Le grandi battaglie femministe degli ultimi dieci anni

Negli ultimi anni i movimenti femministi in giro per il mondo hanno guidato un cambiamento inevitabile iniziato già nel XX secolo. Nel mondo occidentale le donne sono sempre più libere, più forti, più arrabbiate, e determinate a riprendersi ciò che è stato tolto loro per millenni.

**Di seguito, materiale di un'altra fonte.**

/* flags-table.c - flags of rows, listed and as a mask. */
#include "writers/flags-table.h"

#include <math.h>

#include "data/exclusions.h"
#include "writers/csv.h"

#define USED "rows that are not listed are used; a row with only \"spike\" is used too, but not in the noise fit"

char *
ant_flag_names (guint16 flags)
{
  GString *names = g_string_new (NULL);
  for (unsigned bit = 0; bit < ANT_N_FLAGS; bit++)
    if (flags >> bit & 1)
      g_string_append_printf (names, "%s%s", names->len ? "|" : "", ant_flag_name (bit));
  return g_string_free (names, FALSE);
}

static char *
stamp_text (const AntRecord *record, gsize row)
{
  return isfinite (record->time_d[row]) ? ant_time_reference_own_text (&record->time, record->time_d[row]) : g_strdup ("");
}

GString *
ant_flags_table_text (const AntRecord *record, const guint16 *flags)
{
  GString *table = g_string_new (NULL);
  ant_csv_preamble (table, "Flags of rows", record);
  ant_csv_comment (table, "row: line or row number in the file; " USED);
  g_string_append (table, ANT_FLAGS_HEADER "\n");
  for (gsize i = 0; i < record->n_rows; i++)
    {
      if (flags[i] == 0)
        continue;
      g_autofree char *time = stamp_text (record, i), *names = ant_flag_names (flags[i]);
      g_string_append_printf (table, "%u,", record->line[i]);
      ant_csv_text (table, time);
      g_string_append_c (table, ',');
      ant_csv_text (table, names);
      g_string_append_c (table, '\n');
    }
  return table;
}

typedef struct
{
  const AntRecord *record;
  const guint16 *flags;
} Rows;

static double
line (gconstpointer data, gsize row)
{
  return ((const Rows *) data)->record->line[row];
}

static char *
time_text (gconstpointer data, gsize row)
{
  return stamp_text (((const Rows *) data)->record, row);
}

static double
time_jd (gconstpointer data, gsize row)
{
  const AntRecord *record = ((const Rows *) data)->record;
  return ant_time_reference_jd (&record->time, record->time_d[row]);
}

static double
flag_bits (gconstpointer data, gsize row)
{
  return ((const Rows *) data)->flags[row];
}

static char *
flag_text (gconstpointer data, gsize row)
{
  return ant_flag_names (((const Rows *) data)->flags[row]);
}

static const AntTableColumn columns[] = {
  { "row", ANT_CELL_WHOLE, NULL, NULL, "meta.record", "line or row number in the record's file", FALSE, line, NULL },
  { "time", ANT_CELL_TEXT, NULL, NULL, "time.epoch", "stamp as the record writes it; empty where it cannot be read", FALSE, NULL, time_text },
  { "jd", ANT_CELL_REAL, "%.7f", "d", "time.epoch;meta.main",
    "stamp, JD in the record's time scale; empty if the origin of its times is unknown", TRUE, time_jd, NULL },
  { "flags", ANT_CELL_BITS, NULL, NULL, "meta.code.qual", "why the row is left out: a bit for each reason, 0 for used rows", FALSE,
    flag_bits, flag_text },
};

void
ant_table_flag_legend (AntTable *table)
{
  static const char *const keys[] = { "FLAG1", "FLAG2", "FLAG4", "FLAG8", "FLAG16", "FLAG32", "FLAG64", "FLAG128" };
  G_STATIC_ASSERT (G_N_ELEMENTS (keys) == ANT_N_FLAGS);
  for (unsigned bit = 0; bit < ANT_N_FLAGS; bit++)
    {
      AntTableFact fact = { .key = keys[bit], .text = ant_flag_name (bit), .meaning = "what this bit of flags says" };
      g_array_append_val (table->facts, fact);
      ant_table_note (table, "%s (%d): %s", ant_flag_name (bit), 1 << bit, ant_flag_description (bit));
    }
}

AntTable *
ant_mask_table_new (const AntRecord *record, const guint16 *flags)
{
  AntTable *table = ant_table_new ("Flags of rows", "FLAGS", record);
  Rows *rows = g_new (Rows, 1);
  *rows = (Rows) { record, flags };
  ant_table_note (table, "every row of the record; flags 0: used; only the bit of \"spike\": used, but not in the noise fit");
  ant_table_flag_legend (table);
  ant_table_add_columns (table, G_N_ELEMENTS (columns), columns);
  ant_table_set_rows (table, record->n_rows, rows, g_free);
  return table;
}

Le alternative a un mondo maschile, bianco, eterosessuale e cisgender esistono. Con ogni probabilità sono sempre esistite, ma negli ultimi venticinque anni si sono anche rivelate al nostro sguardo. Grazie ai nuovi media e agli spazi aperti nel dibattito pubblico dai movimenti femministi, le donne e le identità non maschili hanno potuto usare le loro penne, tastiere, microfoni o megafoni per mandare un messaggio chiaro: “ciao maschio”, inteso come addio a quell’idea di mascolinità che ha detenuto finora il potere nella società, danneggiando sia le donne sia gli uomini.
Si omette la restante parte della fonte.